Dogwood Alliance mourns the passing of longtime forest activist and talented musician Alison Cochran.
On Sunday night, longtime activist, musician and friend of our forests, Alison Cochran, passed away. Alison was a co-founder of Heartwood and served as Executive Director from 1999-2001. She also helped found Dogwood Alliance and served two separate terms on our Board of Directors. She was a great spirit, incredible facilitator, and one heck of a musician with a moving voice and deft hands on the fiddle. She will truly be missed!
Below is a short reflection from Campaign Director, Scot Quaranda, please feel free to add your own reflections to the comments…
Remembering Alison Cochran
Tis the song, the sigh of the weary;
Hard Times, Hard Times, come again no more:
Many days you have lingered around my cabin door;
Oh! Hard Times, come again no more.
– Hard Times Come Again No More by Stephen Foster
I remember the first time I met Alison – it was a beautiful Autumn day at Moonshadow in the Sequatchie Valley on the Cumberland Plateau. She was in between terms on the Dogwood Alliance board of directors but agreed to facilitate our meeting as we were having a particularly contentious board meeting, though for all I remember, the conflict could have simply been over why we were holding the meeting inside the house rather then out in the forests we were working to protect. Logic won out and we got down to the real business at hand thanks to her. She was a maestra of consensus, an incredible facilitator, probably my greatest teacher – turning the acidic barbs and cautious laughter like so many ingredients in a cauldron and brewing them into a strong bond, finding that ceremonial and magical place where we could leave behind our varied scales of perception and find the common ground that would not simply move the work forward, but unite once again with common purpose assured that all was well and right and we collectively had the wisdom to overcome all obstacle and face insurmountable odds.

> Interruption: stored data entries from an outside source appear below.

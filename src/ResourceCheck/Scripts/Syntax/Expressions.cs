using ResourceCheck.Quantities;

namespace ResourceCheck.Scripts.Syntax;

/// <summary>An expression as written.</summary>
/// <param name="Span">Where it stands.</param>
public abstract record Expression(Span Span);

/// <summary>A number; exact, as written in decimal.</summary>
/// <param name="Span">Where it stands.</param>
/// <param name="Value">Its exact value.</param>
/// <param name="Text">The digits as written.</param>
public sealed record NumberExpression(Span Span, Rational Value, string Text) : Expression(Span);

/// <summary><c>true</c> or <c>false</c>.</summary>
/// <param name="Span">Where it stands.</param>
/// <param name="Value">The truth value.</param>
public sealed record TruthExpression(Span Span, bool Value) : Expression(Span);

/// <summary><c>none</c>.</summary>
/// <param name="Span">Where it stands.</param>
public sealed record NoneExpression(Span Span) : Expression(Span);

/// <summary>A quoted label inside a claim or goal: a checkpoint's or report's name.</summary>
/// <param name="Span">Where it stands.</param>
/// <param name="Label">The label.</param>
public sealed record LabelExpression(Span Span, Quoted Label) : Expression(Span);

/// <summary>A bare name: a variable, parameter, input, counter, party, or metric such as <c>success</c>.</summary>
/// <param name="Span">Where it stands.</param>
/// <param name="Text">The name.</param>
public sealed record NameExpression(Span Span, string Text) : Expression(Span);

/// <summary>A family member as a value: <c>P[3]</c>.</summary>
/// <param name="Span">Where it stands.</param>
/// <param name="Party">The member.</param>
public sealed record PartyExpression(Span Span, PartyRef Party) : Expression(Span);

/// <summary>A value of a named party: <c>Ada.v</c>, <c>P[2].v</c>.</summary>
/// <param name="Span">Where it stands.</param>
/// <param name="Party">Whose value.</param>
/// <param name="Member">Which value.</param>
public sealed record MemberExpression(Span Span, PartyRef Party, Name Member) : Expression(Span);

/// <summary>The values of several parties as arguments: <c>v of all</c>, <c>v of Ada, Ben</c>.</summary>
/// <param name="Span">Where it stands.</param>
/// <param name="Member">Which value.</param>
/// <param name="Parties">Whose.</param>
public sealed record OfExpression(Span Span, Name Member, PartyList Parties) : Expression(Span);

/// <summary><c>- x</c> or <c>not x</c>.</summary>
/// <param name="Span">Where it stands.</param>
/// <param name="Operator">The operator.</param>
/// <param name="Operand">What it acts on.</param>
public sealed record UnaryExpression(Span Span, UnaryOperator Operator, Expression Operand) : Expression(Span);

/// <summary>Two operands and an operator between them.</summary>
/// <param name="Span">Where it stands.</param>
/// <param name="Operator">The operator.</param>
/// <param name="Left">Left operand.</param>
/// <param name="Right">Right operand.</param>
public sealed record BinaryExpression(Span Span, BinaryOperator Operator, Expression Left, Expression Right) : Expression(Span);

/// <summary><c>if C then A else B</c>.</summary>
/// <param name="Span">Where it stands.</param>
/// <param name="Condition">The condition.</param>
/// <param name="Then">Value when it holds.</param>
/// <param name="Else">Value when it does not.</param>
public sealed record IfExpression(Span Span, Expression Condition, Expression Then, Expression Else) : Expression(Span);

/// <summary>
/// A function with arguments. <c>count(C over all)</c> has <paramref name="Over"/>; <c>count(C in J)</c>, <c>some(k of J)</c>,
/// <c>guess(X from Y, Z)</c>, <c>information(X; Y)</c> and <c>probability(C given D)</c> put what follows the word in <paramref name="Second"/>.
/// </summary>
/// <param name="Span">Where it stands.</param>
/// <param name="Function">The function's name.</param>
/// <param name="Arguments">Arguments before any separating word.</param>
/// <param name="Separator">The word or sign between the two groups: <c>over</c>, <c>in</c>, <c>of</c>, <c>from</c>, <c>given</c>, <c>;</c>; null when there is none.</param>
/// <param name="Second">Arguments behind the separator, empty when there is none or when it is <c>over</c>.</param>
/// <param name="Over">Parties behind <c>over</c>.</param>
public sealed record CallExpression(
    Span Span,
    Name Function,
    IReadOnlyList<Expression> Arguments,
    string? Separator,
    IReadOnlyList<Expression> Second,
    PartyList? Over) : Expression(Span);

/// <summary>A measurement basis as a value: <c>level</c>, <c>fourier</c>, <c>fourier on m</c>, <c>phased(j)</c>, <c>matrix "file"</c>.</summary>
/// <param name="Span">Where it stands.</param>
/// <param name="Kind">Which kind of basis.</param>
/// <param name="Argument">m of <c>fourier on m</c> (null: all levels) or j of <c>phased(j)</c>.</param>
/// <param name="File">File of <c>matrix</c>.</param>
public sealed record BasisExpression(Span Span, BasisKind Kind, Expression? Argument, Quoted? File) : Expression(Span);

This was an incredible gift and no matter how hot tempers flared or how soft the voice of the quietest one in the room was she poked and prodded and pushed with a firm yet gentle touch until we were raw yet satisfied. The whole was only as great as the sum of its parts and Alison managed to make us all stronger, better, and more sure that no matter what road we took to get there, no matter how difficult the climb, that what lay ahead was going to be worth the hard work.

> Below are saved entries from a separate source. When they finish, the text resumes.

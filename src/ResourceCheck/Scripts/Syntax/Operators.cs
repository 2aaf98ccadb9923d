namespace ResourceCheck.Scripts.Syntax;

/// <summary>Operators with one operand.</summary>
public enum UnaryOperator
{
    /// <summary>Arithmetic negation.</summary>
    Minus,

    /// <summary>Logical negation.</summary>
    Not,
}

/// <summary>Operators with two operands, weakest binding first.</summary>
public enum BinaryOperator
{
    /// <summary>Logical or; union of sets.</summary>
    Or,

    /// <summary>Logical and; intersection of sets.</summary>
    And,

    /// <summary>Set difference.</summary>
    Without,

    /// <summary>Equality; <c>none = none</c> holds.</summary>
    Equal,

    /// <summary>Inequality.</summary>
    Unequal,

    /// <summary>Less than.</summary>
    Less,

    /// <summary>Less than or equal.</summary>
    LessOrEqual,

    /// <summary>Greater than.</summary>
    Greater,

    /// <summary>Greater than or equal.</summary>
    GreaterOrEqual,

    /// <summary>Sum.</summary>
    Plus,

    /// <summary>Difference.</summary>
    Minus,

    /// <summary>Product.</summary>
    Times,

    /// <summary>Quotient.</summary>
    Divide,

    /// <summary>Remainder, never negative for a positive divisor.</summary>
    Modulo,
}

/// <summary>Kinds of measurement bases.</summary>
public enum BasisKind
{
    /// <summary>The levels themselves.</summary>
    Level,

    /// <summary>The Fourier basis, of all levels or of the first m.</summary>
    Fourier,

    /// <summary>The quadratically phased Fourier bases.</summary>
    Phased,

    /// <summary>Columns of a matrix file.</summary>
    Matrix,
}

/// <summary>Kinds of local unitaries of <c>apply</c>.</summary>
public enum UnitaryKind
{
    /// <summary>Level l to l + k modulo d.</summary>
    Shift,

    /// <summary>Level l gains the phase 2πkl/d.</summary>
    Clock,

    /// <summary>The Fourier matrix.</summary>
    Fourier,

    /// <summary>The inverse of the Fourier matrix.</summary>
    InverseFourier,

    /// <summary>Maps the other basis vectors, in order, to the lowest levels.</summary>
    Complement,

    /// <summary>Exchanges two levels.</summary>
    LevelSwap,

    /// <summary>A matrix file.</summary>
    Matrix,
}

After that meeting she was persuaded to take another round on our board of directors and always brought that magic, ensuring the voiceless had a voice and the loudest in the room was laughing by the end rather than stewing. After her term ended, a few years passed before I saw her again. Her and her husband Chris were passing through town and offered to play a house party as a fundraiser for Dogwood Alliance. She was no longer involved in the day to day struggle of the fight for the forests or administrating and politicking that goes along with the environmental movement, but that did not steal an ounce of passion that she had for the forests, wildlife and communities that were so integral to the real meaning of why we struggle. It was Saint Brigid’s day, the halfway point between Winter Solstice and Spring Equinox, when the increasing light of day starts to become noticeable, when everything in its winter slumber feels the first pangs of awakening, a scant moment before the trillium breaks through the leaf litter on the forest floor to let us know the days will be brighter again. The perfect time in so many ways for Allison to re-appear into our lives. She and her partner played old time tunes and bluegrass, including a particularly moving version of “Hard Times” by Stephen Foster, as we drank home brew and shined a light bright into the darkness. Her voice haunting and her fiddle hitting the perfect timbre of the mood.
Alison was a true warrior of light who won you over not with an aggressive nature or by overwhelming you with depressing facts but instead by accepting the truth within you and helping you to find the truth in everyone. She will be truly missed!